Dr Gilbert Chouraqui
médecin généraliste à Marseille
La "faute du veau d'or" constitue un des éléments les
plus marquants de notre paracha. Cette faute, commise par un peuple
arrivé au plus haut niveau de spiritualité et ayant bénéficié
d'une profusion de miracles, ne manque pas d'étonner et de nous
interpeller. Peut-on décemment concevoir qu'un peuple, gratifié
en permanence de la bienveillance Divine, témoin de tant de manifestations
de la puissance du Créateur, puisse dans un moment d'égarement
se rabaisser à ériger une idole et à l'adorer !
La réponse au problème soulevé passe par l'examen
d'une question fondamentale qui constituera le fil directeur destiné
à nous mener à la signification réelle de la faute
: comment l'homme, destiné à évoluer dans le monde
de la création, conçoit sa confrontation avec la nature et
perçoit, derrière celle-ci, la présence de son Créateur
?
Le Rav Dessler, dans son célèbre ouvrage le Miktav
mé-Eliahou, répertorie les différentes manières,
pour l'homme, de se situer au sein de la nature. L'homme, dont il est question
ici, est celui qui accepte l'existence de D. et refuse de penser qu'il
s'est retiré de Son monde pour le livrer aux forces naturelles.

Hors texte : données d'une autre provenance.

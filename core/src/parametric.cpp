#include "tailwise/parametric.h"

#include <boost/math/distributions/normal.hpp>

#include <cassert>
#include <cmath>

namespace tailwise {

double normalQuantile(double confidence)
{
    assert(confidence > 0.0 && confidence < 1.0);
    const boost::math::normal standard;
    // Upper-tail complement: accurate when 1 − C is small.
    return boost::math::quantile(boost::math::complement(standard, 1.0 - confidence));
}

double normalTailMeanFactor(double confidence)
{
    const boost::math::normal standard;
    return boost::math::pdf(standard, normalQuantile(confidence)) / (1.0 - confidence);
}

VarEs normalVarEs(HorizonMoments m, double confidence)
{
    return VarEs{normalQuantile(confidence) * m.sd - m.mean, normalTailMeanFactor(confidence) * m.sd - m.mean};
}

double normalPnlDensity(HorizonMoments m, double pnl)
{
    assert(m.sd > 0.0);
    return boost::math::pdf(boost::math::normal(m.mean, m.sd), pnl);
}

double normalPnlProbabilityBelow(HorizonMoments m, double pnl)
{
    assert(m.sd > 0.0);
    return boost::math::cdf(boost::math::normal(m.mean, m.sd), pnl);
}

Result<HorizonMoments> singlePositionMoments(const SinglePosition &p, int horizonDays, int daysPerYear)
{
    if (!std::isfinite(p.value))
        return fieldError(ErrorKind::Assumption, "value", "expected a finite money value");
    if (!(p.annualVolatility >= 0.0) || !std::isfinite(p.annualVolatility))
        return fieldError(ErrorKind::Assumption, "volatility", "expected an annual volatility of zero or more (e.g. 0.2 for 20%)");
    if (!std::isfinite(p.annualDrift))
        return fieldError(ErrorKind::Assumption, "drift", "expected a finite annual drift (e.g. 0.05 for 5%)");
    if (horizonDays < 1)
        return fieldError(ErrorKind::Assumption, "horizon", "expected a whole number of trading days of at least 1");
    if (daysPerYear < 1)
        return fieldError(ErrorKind::Assumption, "days-per-year", "expected a whole number of trading days a year of at least 1");
    const double fraction = static_cast<double>(horizonDays) / static_cast<double>(daysPerYear);
    // A short position (V < 0) has the same spread and the opposite drift.
    return HorizonMoments{p.annualDrift * fraction * p.value, p.annualVolatility * std::sqrt(fraction) * std::abs(p.value)};
}

} // namespace tailwise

Certains convaincus que la nature n'est là que pour être
dominée considère qu'il leur incombe de développer
le maximum d'énergie et d'efforts pour la domestiquer. Rien n'est
laissé au hasard pour exploiter les potentialités octroyées
par D. à l'homme. Mais le danger de cette attitude est que les succès
viennent masquer la présence Divine et leur apparaissent alors comme
le fruit logique et exclusif de leurs efforts.
C'est vrai que D. reste un partenaire reconnu dans l'économie
du monde mais les prières qui lui sont adressées sont surtout
là pour pallier aux déficiences et éviter les impondérables.
On reconnaît donc aux lois naturelles un certain degré d'autonomie.
La seconde catégorie rassemble les êtres qui ont déjà
pris conscience que la nature n'est qu'un instrument entre les "mains"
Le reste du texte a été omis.